Palvella Therapeutics

Palvella's lead candidate, Qtorin rapamycin, targets pachyonychia congenita (PC) and Gorlin syndrome (GS) — two rare, autosomal dominant genetic disorders with no FDA-approved therapies. PC causes debilitating calluses, blisters, and cysts on the feet and hands, while GS leads to hundreds of basal-cell carcinomas. Both are driven by mutations that ultimately signal through the mTOR pathway, which rapamycin blocks, creating a shared mechanistic rationale for a single drug across two distinct diseases.

Qtorin is a topical formulation technology designed to deliver rapamycin — a poorly water-soluble mTOR inhibitor — into the skin at therapeutic concentrations without systemic exposure. Standard oral rapamycin is immunosuppressive and requires blood-level monitoring; compounded topical rapamycin in emollients cannot penetrate the skin at doses needed to silence the disease pathway. Palvella's Qtorin rapamycin uses a proprietary anhydrous gel to achieve deep dermal delivery, with clinical data showing rapid reduction in PC callus thickness and basal-cell carcinoma burden in Gorlin patients without systemic immunosuppression.

Palvella is led by founder, President and CEO Wesley H. Kaupinen, who directs corporate and strategic investment decisions and has built the company's pipeline around mTOR pathway biology since 2015. The clinical development is overseen by a chief medical officer and a team experienced in rare-disease trial design partnered with patient foundations like PC Project. As of late 2024, Palvella planned a reverse merger with Pieris Pharmaceuticals to become a public company, which will place capital-allocation decisions under a newly constituted public board.

Palvella is not an investment firm — it is an operating biopharmaceutical company that raises capital directly through venture rounds and public listings to fund its own clinical programs. It does not invest in or manage commitments to external pharmaceutical or biotech investment funds. Its capital deployment is entirely internal, directed at clinical trials, regulatory filings, and commercial preparation for its own pipeline.

Palvella has a long-standing research collaboration with PC Project, a patient advocacy organization that maintains a global registry and natural-history study of pachyonychia congenita. This partnership has enabled Palvella to define the genotype-phenotype map of the disease and use patient-reported outcome measures validated by the PC Project registry as clinical endpoints for the SELVA trial. The relationship is structured as a scientific collaboration, not an ownership stake or a subsidiary arrangement.

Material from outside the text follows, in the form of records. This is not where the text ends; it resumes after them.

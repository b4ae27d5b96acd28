"""What became of each face of a part that was laid onto its new version: the same, moved, another size, gone or new."""

from __future__ import annotations

from collections.abc import Callable, Iterable, Sequence
from dataclasses import dataclass, field
from typing import Final

import numpy as np

from moldgen.kernel.face_compare import SAME_PLACE, on_same_surface, same_form, surface_gap
from moldgen.model.face_sign import FaceSign, SurfaceKind
from moldgen.model.part import UPRIGHT, Vector, vector
from moldgen.revision.laid import SAME_FREE, Laid
from moldgen.revision.partners import Partner, partners

SAME_SHIFT: Final = 2e-3
"""mm: shifts that differ by less are one (our choice: twice the tolerance of one place)."""


@dataclass(frozen=True)
class MovedFaces:
    """Faces that belong together and moved by one vector [mm]."""

    old: tuple[int, ...]
    new: tuple[int, ...]
    shift: Vector


@dataclass
class Fates:
    """What became of every face, by the numbers of their signs.

    Those that stayed, or kept to their surface within another boundary, are in none.

    moved : groups; partners : pairs that changed otherwise; gone, added : faces without a partner
    """

    moved: list[MovedFaces] = field(default_factory=list)
    partners: list[Partner] = field(default_factory=list)
    gone: set[int] = field(default_factory=set)
    added: set[int] = field(default_factory=set)


def face_fates(laid: Laid) -> Fates:
    """Return what became of the faces.

    In this order: in place; moved together, at least one of them off its own surface; on the same surface with another
    boundary, or a free face that lies wholly on free faces; changed in place; gone and added.
    """
    found = Fates()
    old, new = set(range(len(laid.placed))), set(range(len(laid.new.signs)))
    for i, j in zip(*(side.tolist() for side in laid.in_place()), strict=True):
        if i in old and j in new:
            old.discard(i)
            new.discard(j)
    found.moved = _moved(laid, old, new)
    for group in found.moved:
        old -= set(group.old)
        new -= set(group.new)
    pairs = [(i, j) for i in sorted(old) for j in sorted(new) if laid.trimmed(i, j)]
    old -= {i for i, _ in pairs} | {i for i in sorted(old) if laid.old_lies_on_new(i)}
    new -= {j for _, j in pairs} | {j for j in sorted(new) if laid.new_lies_on_old(j)}
    found.partners = partners(laid.placed, laid.new.signs, sorted(old), sorted(new))
    found.gone = old - {p.old for p in found.partners}
    found.added = new - {p.new for p in found.partners}
    return found


def _moved(laid: Laid, old: set[int], new: set[int]) -> list[MovedFaces]:
    """Return groups of touching faces that moved by one vector, those of most faces first, then the nearest."""
    free_old, free_new = set(old), set(new)
    pairs = _congruent(laid, sorted(old), sorted(new))
    found: list[MovedFaces] = []
    while True:
        best = _best_group(laid, [p for p in pairs if p[0] in free_old and p[1] in free_new])
        if best is None:
            return found
        group = _with_trimmed(laid, best, free_old, free_new)
        if any(_leaves_its_surface(laid.placed[i], group.shift) for i in group.old):
            found.append(group)
            free_old -= set(group.old)
            free_new -= set(group.new)
        dropped = set(zip(best.old, best.new, strict=True))
        pairs = [p for p in pairs if (p[0], p[1]) not in dropped]


_Pair = tuple[int, int, Vector]


def _congruent(laid: Laid, old: Sequence[int], new: Sequence[int]) -> list[_Pair]:
    """Return the pairs of one form, turned the same way, with the vector from one to the other."""
    before, after = [laid.placed[i] for i in old], [laid.new.signs[j] for j in new]
    found = []
    for m, n in np.argwhere(same_form(before, after, laid.tolerance)):
        a, b = before[m], after[n]
        x, y, z = (q - p for p, q in zip(a.center, b.center, strict=True))
        there = a.placed(UPRIGHT, (x, y, z))
        rims = float(np.linalg.norm(np.array(there.rim) - np.array(b.rim)))
        spread = float(np.abs(np.array(a.spread) - np.array(b.spread)).max())
        if rims > 2.0 * laid.tolerance or spread > 4.0 * laid.tolerance * max(a.reach_mm, laid.tolerance):
            continue
        if a.kind is SurfaceKind.FREE or on_same_surface(there, b, laid.tolerance):
            found.append((old[m], new[n], (x, y, z)))
    return found


def _best_group(laid: Laid, pairs: Sequence[_Pair]) -> MovedFaces | None:
    """Return the largest group of touching faces with one shift; of equally large ones the one that moved least."""
    best: tuple[tuple[int, float, int], MovedFaces] | None = None
    for cluster in _clusters(pairs):
        image = {i: j for i, j, _ in cluster}
        for group in components(image, lambda i: laid.old.links[i]):
            numbers = sorted(group)
            shift = _shift(laid, numbers, [image[i] for i in numbers])
            cost = (-len(numbers), round(float(np.linalg.norm(shift)), 6), numbers[0])
            if best is None or cost < best[0]:
                best = cost, MovedFaces(tuple(numbers), tuple(image[i] for i in numbers), shift)
    return None if best is None else best[1]


def _clusters(pairs: Sequence[_Pair]) -> list[list[_Pair]]:
    """Return pairs by their shift; one image a face in each."""
    clusters: list[list[_Pair]] = []
    cells: dict[tuple[int, ...], list[int]] = {}
    for pair in pairs:
        cell = tuple(int(v) for v in np.floor(np.array(pair[2]) / SAME_SHIFT))
        near = [k for step in np.ndindex(3, 3, 3) for k in cells.get(_beside(cell, step), ())]
        home = next((k for k in near if _close(clusters[k][0][2], pair[2])), None)
        if home is None:
            home = len(clusters)
            clusters.append([])
            cells.setdefault(cell, []).append(home)
        if all(pair[0] != p[0] and pair[1] != p[1] for p in clusters[home]):
            clusters[home].append(pair)
    return clusters


def _beside(cell: tuple[int, ...], step: tuple[int, ...]) -> tuple[int, ...]:
    return tuple(c + d - 1 for c, d in zip(cell, step, strict=True))


def _close(a: Vector, b: Vector) -> bool:
    return float(np.linalg.norm(np.array(a) - np.array(b))) <= SAME_SHIFT


def _shift(laid: Laid, old: Sequence[int], new: Sequence[int]) -> Vector:
    """Return the mean shift of some faces, by their areas: of surfaces with numbers of their own, if there are any."""
    exact = [k for k, i in enumerate(old) if laid.placed[i].kind is not SurfaceKind.FREE] or list(range(len(old)))
    weights = np.array([laid.placed[old[k]].area_mm2 for k in exact])
    shifts = [np.array(laid.new.signs[new[k]].center) - np.array(laid.placed[old[k]].center) for k in exact]
    return vector(weights @ np.array(shifts) / weights.sum())


def _with_trimmed(laid: Laid, group: MovedFaces, old: set[int], new: set[int]) -> MovedFaces:
    """Return the group with the faces that touch it and moved likewise, but have another boundary now."""
    first, second = list(group.old), list(group.new)
    for i in first:  # grows while it is walked
        near = {k for j in second for k in laid.new.links[j]}
        for k in sorted((laid.old.links[i] & old) - set(first)):
            there = laid.placed[k].placed(UPRIGHT, group.shift)
            if not _leaves_its_surface(laid.placed[k], group.shift):
                continue
            image = [n for n in sorted(near & new | set(second)) if on_same_surface(there, laid.new.signs[n])]
            if image:  # which may be there already: two old faces became one
                first.append(k)
                second += [n for n in image if n not in second]
    return MovedFaces(tuple(first), tuple(second), group.shift)


def _leaves_its_surface(sign: FaceSign, shift: Vector) -> bool:
    """True when a face that moves so does not only slide along its own surface.

    Centers of free faces are integrated less well: what moved by less than `SAME_FREE` is looked at point by point.
    """
    if sign.kind is SurfaceKind.FREE:
        return float(np.linalg.norm(shift)) > SAME_FREE
    return surface_gap(sign, sign.placed(UPRIGHT, shift)) > SAME_PLACE


def components(numbers: Iterable[int], links: Callable[[int], Iterable[int]]) -> list[set[int]]:
    """Return which of some numbers hang together, groups in the order of their lowest number."""
    left, found = set(numbers), []
    while left:
        start = min(left)
        group, front = {start}, [start]
        left.discard(start)
        while front:
            more = set(links(front.pop())) & left
            left -= more
            group |= more
            front += sorted(more)
        found.append(group)
    return found
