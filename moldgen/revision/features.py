"""What changed between two versions of a part, one entry a feature: moved, resized, drafted, added, gone, reshaped."""

from __future__ import annotations

from collections.abc import Iterable, Sequence
from dataclasses import dataclass, replace
from typing import Final

import numpy as np

from moldgen.kernel.face_compare import coaxial
from moldgen.kernel.face_signature import PartSigns
from moldgen.model.face_sign import FaceSign, SurfaceKind
from moldgen.model.part import Box, Vector
from moldgen.model.revision import Alignment, PartChange, PartChangeKind
from moldgen.revision.face_fates import SAME_SHIFT, Fates, MovedFaces, components, face_fates
from moldgen.revision.laid import Laid
from moldgen.revision.naming import is_round, length, name_of, opposite, radius_at, side_name, told_at
from moldgen.revision.partners import SAME_LEAN, Partner, Way

BESIDE: Final = 3.0
"""mm: faces that moved alike and are no further apart belong together: both sides of a wall (our choice)."""

STEEPEST: Final = 45.0
"""deg from the pull: a face that leans more is a floor, and its angle is no draft (our choice)."""

SAME_SIZE: Final = 1e-3
"""mm: thicknesses and radii that differ by less are one."""


def part_changes(
    old: PartSigns, new: PartSigns, alignment: Alignment, pull: Vector | None = None
) -> tuple[PartChange, ...]:
    """Return what changed on the part, the largest first; () if nothing did.

    Faces whose boundary alone changed, such as a floor under a boss that moved, are no change of their own.

    Parameters
    ----------
    old, new : signs of both versions, each in its own coordinates, before shrink
    alignment : as `moldgen.revision.align.align` found it
    pull : opening direction in the new part's coordinates; without it, a flat face that leans otherwise is "reshaped"
    """
    laid = Laid.of(old, new, alignment)
    found = face_fates(laid)
    items = _grouped(laid, [*_moved(laid, found), *_changed(laid, found, pull), *_lone(laid, found)])
    changes = sorted(
        ((-_size(laid, item), item.old, item.new, _told(laid, item)) for item in items), key=lambda c: c[:3]
    )
    whole = [_whole(laid)] if alignment.scale != 1.0 else []
    return (*whole, *(c[3] for c in changes))


@dataclass(frozen=True)
class _Item:
    """Faces that changed in one way: items with one `key` that touch are one feature."""

    kind: PartChangeKind
    key: tuple[object, ...]
    old: tuple[int, ...] = ()
    new: tuple[int, ...] = ()
    shift: Vector | None = None
    was: str = ""
    now: str = ""
    across: tuple[int, ...] = ()  # new faces on the other side of the wall: they count as touching


def _moved(laid: Laid, found: Fates) -> list[_Item]:
    """Return what moved; a lone side of a wall that did not move along is told by the wall's thickness instead."""
    items = []
    for group in found.moved:
        flat = all(laid.placed[i].kind is SurfaceKind.PLANE for i in group.old)
        thick = [_thicker(laid, i, j) for i, j in zip(group.old, group.new, strict=False)] if flat else []
        if thick and all(t is not None for t in thick) and len(group.old) == len(group.new):
            items += [t for t in thick if t is not None]
        else:
            items.append(_one_moved(group))
    return items


def _one_moved(group: MovedFaces) -> _Item:
    return _Item(PartChangeKind.MOVED, ("moved",), group.old, group.new, group.shift)


def _thicker(laid: Laid, old: int, new: int) -> _Item | None:
    """Return the change of a wall's or rib's thickness by a plane that moved, None where it is no wall or kept it."""
    before, after = opposite(laid.placed, old), opposite(laid.new.signs, new)
    if before is None or after is None or abs(before[1] - after[1]) <= SAME_SIZE:
        return None
    key = ("thick", round(before[1], 3), round(after[1], 3))
    was, now = (f"{length(t)} mm thick" for t in (before[1], after[1]))
    return _Item(PartChangeKind.RESIZED, key, (old,), (new,), None, was, now, (after[0],))


def _changed(laid: Laid, found: Fates, pull: Vector | None) -> list[_Item]:
    return [_partner(laid, p, pull) for p in found.partners]


def _partner(laid: Laid, pair: Partner, pull: Vector | None) -> _Item:
    before, after = laid.placed[pair.old], laid.new.signs[pair.new]
    own = ((pair.old,), (pair.new,))
    if pair.way is Way.SHIFTED:
        thicker = _thicker(laid, pair.old, pair.new)
        return thicker or _Item(PartChangeKind.MOVED, ("moved",), *own, pair.shift)
    if pair.way is Way.RADIUS:
        was, now = _sizes(laid, pair)
        return _Item(PartChangeKind.RESIZED, ("size", was, now), *own, None, was, now)
    if pair.way is Way.LEANING:
        leans = _leans(before, after, pull)
        if leans is not None:
            was, now = (f"{round(lean, 3) + 0.0:g} deg" for lean in leans)
            return _Item(PartChangeKind.DRAFT, ("draft", was, now), *own, None, was, now)
    return _Item(PartChangeKind.RESHAPED, ("reshaped",), *own)


def _leans(before: FaceSign, after: FaceSign, pull: Vector | None) -> tuple[float, float] | None:
    """Return old and new draft [deg], None where it is not known or did not change.

    Round faces lean against their own axis. A cone that now narrows the other way leans by less than nothing.
    """
    if before.kind is not SurfaceKind.PLANE:
        other_way = float(np.dot(before.axis, after.axis)) < 0.0 and before.angle_deg > 0.0
        return before.angle_deg, -after.angle_deg if other_way else after.angle_deg
    if pull is None:
        return None
    was, now = (float(np.degrees(np.arcsin(min(abs(float(np.dot(s.axis, pull))), 1.0)))) for s in (before, after))
    return (was, now) if abs(was - now) > SAME_LEAN and min(was, now) < STEEPEST else None


def _sizes(laid: Laid, pair: Partner) -> tuple[str, str]:
    """Return both sizes for the reader. Diameters of cones are taken at one place of the axis, the old one's end."""
    before, after = laid.placed[pair.old], laid.new.signs[pair.new]
    if before.kind in (SurfaceKind.CYLINDER, SurfaceKind.CONE) and coaxial(before, after):
        there = told_at(laid.old, pair.old) * laid.alignment.scale
        place = np.array(before.at) + there * np.array(before.axis)
        along = float((place - np.array(after.at)) @ np.array(after.axis))
        radii = radius_at(before, there), radius_at(after, along)
        if is_round(laid.old, pair.old):
            return f"d {length(2.0 * radii[0])} mm", f"d {length(2.0 * radii[1])} mm"
        return f"r {length(radii[0])} mm", f"r {length(radii[1])} mm"
    if before.kind is SurfaceKind.TORUS and abs(before.minor - after.minor) > SAME_SIZE:
        return f"r {length(before.minor)} mm", f"r {length(after.minor)} mm"
    if before.kind is SurfaceKind.TORUS:
        return f"ring r {length(before.radius)} mm", f"ring r {length(after.radius)} mm"
    return f"r {length(before.radius)} mm", f"r {length(after.radius)} mm"


def _lone(laid: Laid, found: Fates) -> list[_Item]:
    gone = components(found.gone, lambda n: laid.old.links[n])
    added = components(found.added, lambda n: laid.new.links[n])
    items = [_Item(PartChangeKind.GONE, ("gone",), old=tuple(sorted(c))) for c in gone]
    return items + [_Item(PartChangeKind.ADDED, ("added",), new=tuple(sorted(c))) for c in added]


def _grouped(laid: Laid, items: Sequence[_Item]) -> list[_Item]:
    """Return items with those joined that touch and changed in one way."""
    boxes = [laid.box(item.old, item.new) for item in items]

    def links(a: int) -> Iterable[int]:
        return (b for b in range(len(items)) if b != a and _belong(laid, items, boxes, a, b))

    return [_joined([items[n] for n in sorted(group)]) for group in components(range(len(items)), links)]


def _belong(laid: Laid, items: Sequence[_Item], boxes: Sequence[Box], a: int, b: int) -> bool:
    one, other = items[a], items[b]
    if one.key != other.key:
        return False
    if one.key == ("moved",):
        return _near(boxes[a], boxes[b]) and _alike(laid, one, other)
    return _touch(laid, one, other) or bool(set(one.across) & set(other.new) or set(other.across) & set(one.new))


def _touch(laid: Laid, one: _Item, other: _Item) -> bool:
    in_old = any(laid.old.links[i] & set(other.old) for i in one.old)
    return in_old or any(laid.new.links[j] & set(other.new) for j in one.new)


def _near(a: Box, b: Box) -> bool:
    return all(a[0][k] <= b[1][k] + BESIDE and b[0][k] <= a[1][k] + BESIDE for k in range(3))


def _alike(laid: Laid, one: _Item, other: _Item) -> bool:
    """True when one shift explains both: they are equal, or one is only known along the normal of a lone plane."""
    first, second = np.array(one.shift), np.array(other.shift)
    if float(np.linalg.norm(first - second)) <= SAME_SHIFT:
        return True
    for item, whole in ((one, second), (other, first)):
        if len(item.old) == 1 and laid.placed[item.old[0]].kind is SurfaceKind.PLANE:
            normal = np.array(laid.placed[item.old[0]].axis)
            along = float(np.array(item.shift) @ normal)
            flat = float(np.linalg.norm(np.array(item.shift) - along * normal)) <= SAME_SHIFT
            if flat and abs(along - float(whole @ normal)) <= SAME_SHIFT:
                return True
    return False


def _joined(items: Sequence[_Item]) -> _Item:
    """Return one item for all; the shift is that of the one with most faces."""
    lead = max(items, key=lambda i: len(i.old) + len(i.new))
    old, new = ({n for i in items for n in getattr(i, side)} for side in ("old", "new"))
    return replace(lead, old=tuple(sorted(old)), new=tuple(sorted(new)))


def _size(laid: Laid, item: _Item) -> float:
    sides = (sum(laid.placed[n].area_mm2 for n in item.old), sum(laid.new.signs[n].area_mm2 for n in item.new))
    return round(max(sides), 6)


def _told(laid: Laid, item: _Item) -> PartChange:
    part, numbers = (laid.old, item.old) if item.old else (laid.new, item.new)
    name = side_name if item.kind in (PartChangeKind.RESIZED, PartChangeKind.DRAFT) else name_of
    return PartChange(
        kind=item.kind,
        feature=name(part, numbers),
        old_faces=_numbers(laid.old, item.old),
        new_faces=_numbers(laid.new, item.new),
        at=laid.place(item.old, item.new),
        box=laid.box(item.old, item.new),
        shift=item.shift,
        was=item.was,
        now=item.now,
    )


def _numbers(part: PartSigns, signs: Iterable[int]) -> tuple[int, ...]:
    return tuple(sorted(f for n in signs for f in part.signs[n].faces))


def _whole(laid: Laid) -> PartChange:
    """Return the one change of a part that was grown or shrunk as a whole."""
    old, new = tuple(range(len(laid.placed))), tuple(range(len(laid.new.signs)))
    return PartChange(
        kind=PartChangeKind.RESIZED,
        feature="whole part",
        old_faces=_numbers(laid.old, old),
        new_faces=_numbers(laid.new, new),
        at=laid.place(old, new),
        box=laid.box(old, new),
        was="1",
        now=f"{laid.alignment.scale:.6g} times as large",
    )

Palvella has historically maintained full global rights to Qtorin rapamycin and pursues its own development and commercialization, particularly in the United States. The company has not publicly announced any co-development or licensing partnerships with larger pharmaceutical firms. However, for indications such as Gorlin syndrome — where the patient population is widely distributed — or for ex-U.S. commercialization, a future regional licensing arrangement would be a conventional biotech capital strategy.

Before its 2024 reverse-merger public-listing plan, Palvella raised private venture capital through traditional biotech Series B and Series C syndicates, with investors including Samsara BioCapital and other rare-disease-focused funds. The company did not operate as a family-office affiliated entity or a venture studio spinout — it sourced institutional venture financing from healthcare-specialist funds that understand the multiyear, binary-outcome risk profile of pivotal rare-disease trials.